## Activity
Copy out each line below that has the word "Path" in it.

--- Supplied records Enclosed Below ---

def write_outputs(data, blocks, tables, folder, figures: bool = True) -> list[Path]:
    """CSV tables under <folder>/analysis/, <folder>/analysis.h5, figures, summary.json update."""
    folder = Path(folder)
    out_dir = folder / "analysis"
    n_cm3 = _density_cm3(data)
    skin = units.skin_depth_cm(n_cm3)
    written = []
    h5 = {}
    # growth per mode
    m = blocks["modes"]
    cols = ["mode", "k", "k_per_cm", "measured", "measured_err", "systematic", "theory", "ratio"]
    rows = [[r.get(c) for c in cols] + [(r["window"] or [None, None])[0],
                                         (r["window"] or [None, None])[1], r["status"]] for r in m]
    written.append(write_csv(out_dir / "growth_modes.csv", cols + ["t0", "t1", "status"], rows))
    h5["growth/modes"] = {c: _col([r.get(c) for r in m]) for c in cols}
    h5["growth/modes"]["t0"] = _col([(r["window"] or [None])[0] for r in m])
    h5["growth/modes"]["t1"] = _col([(r["window"] or [None, None])[1] for r in m])
    h5["growth/modes"]["status"] = np.array([r["status"] for r in m], dtype=object)
    # contrast time series
    s = data.series
    t = np.asarray(s.t, float)
    names = list(data.names) + ["total"]
    header = ["t", "t_ns"] + [f"max_{n}" for n in names] + [f"rms_{n}" for n in names]
    cmax = np.asarray(s.contrast_max, float)
    crms = np.asarray(s.contrast_rms, float)
    tns = t * units.time_ns(1.0, n_cm3)
    written.append(write_csv(out_dir / "contrast.csv", header,
                             (np.concatenate([[t[i], tns[i]], cmax[i], crms[i]]).tolist()
                              for i in range(t.size))))
    h5["contrast"] = {"t": t, "t_ns": tns, "max": cmax, "rms": crms,
                      "@attrs": {"columns": ",".join(names)}}
    # clumps
    ct = tables["clumps"]
    ccols = ["position", "position_cm", "width", "width_cm", "extent", "peak", "mass",
             "fraction", "excess"]
    written.append(write_csv(out_dir / "clumps.csv", ["snapshot", "t", "species", "index"] + ccols,
                             ([lab, tt, sp, j] + [c.get(k) for k in ccols]
                              for lab, tt, sp, j, c in ct["clumps"])))
    for lab in ("peak", "end"):
        sel = [(tt, sp, j, c) for L_, tt, sp, j, c in ct["clumps"] if L_ == lab]
        g = {k: _col([c.get(k) for *_, c in sel]) for k in ccols}
        g["species"] = np.array([sp for _, sp, _, _ in sel], dtype=object)
        g["t"] = _col([tt for tt, *_ in sel])
        h5[f"clumps/{lab}"] = g
    rows = []
    for lab, tt, edges, counts in ct["sizes"]:
        for i, c in enumerate(counts):
            rows.append([lab, tt, edges[i], edges[i + 1], edges[i] * skin, edges[i + 1] * skin,
                         int(c)])
        h5[f"clump_sizes/{lab}"] = {"edges": edges, "edges_cm": edges * skin, "counts": counts,
                                    "@attrs": {"t": tt}}
    written.append(write_csv(out_dir / "clump_sizes.csv", ["snapshot", "t", "width_lo", "width_hi",
                             "width_lo_cm", "width_hi_cm", "count"], rows))
    rows = []
    sp_names = None
    for lab, tt, spectra in ct["spectra"]:
        sp_names = list(spectra)
        k = spectra[sp_names[0]][0]
        for i in range(k.size):
            rows.append([lab, tt, i, k[i], k[i] / skin] + [spectra[n][1][i] for n in sp_names])
        h5[f"density_spectrum/{lab}"] = {"k": k, "k_per_cm": k / skin,
                                         **{f"P_{n}": spectra[n][1] for n in sp_names},
                                         "@attrs": {"t": tt}}
    if sp_names:
        written.append(write_csv(out_dir / "density_spectrum.csv",
                                 ["snapshot", "t", "mode", "k", "k_per_cm"]
                                 + [f"P_{n}" for n in sp_names], rows))
    # form factors
    rows = []
    ff_names = []
    for lab, (tt, spec) in tables["coherence"].items():
        ff_names = list(spec)
        if not ff_names:
            continue
        k = spec[ff_names[0]][0]
        for i in range(k.size):
            rows.append([lab, tt, i + 1, k[i], k[i] / skin]
                        + [spec[n][1][i] for n in ff_names])
        h5[f"form_factor/{lab}"] = {"k": k, "k_per_cm": k / skin,
                                    **{f"F2_{n}": spec[n][1] for n in ff_names},
                                    "@attrs": {"t": tt, **{f"noise_floor_{n}": spec[n][2]
                                                           for n in ff_names}}}
    if rows:
        written.append(write_csv(out_dir / "form_factor.csv",
                                 ["snapshot", "t", "mode", "k", "k_per_cm"]
                                 + [f"F2_{n}" for n in ff_names], rows))
    h5["summary"] = {"@attrs": {"json": json.dumps(blocks)}}
    written.append(write_h5(folder / "analysis.h5", h5))
    if figures:
        from ..plots import make_figures
        written += make_figures(data, blocks, folder)
    summ = folder / "summary.json"
    if summ.is_file():
        try:
            current = json.loads(summ.read_text(encoding="utf-8"))
        except (OSError, ValueError):
            current = None
        if isinstance(current, dict):
            current.update(blocks)
            atomic_write_text(summ, json.dumps(jsonable(current), indent=2) + "\n")
            written.append(summ)
    return written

--- End of Enclosed Supplied records ---

## Response
def write_outputs(data, blocks, tables, folder, figures: bool = True) -> list[Path]:
    folder = Path(folder)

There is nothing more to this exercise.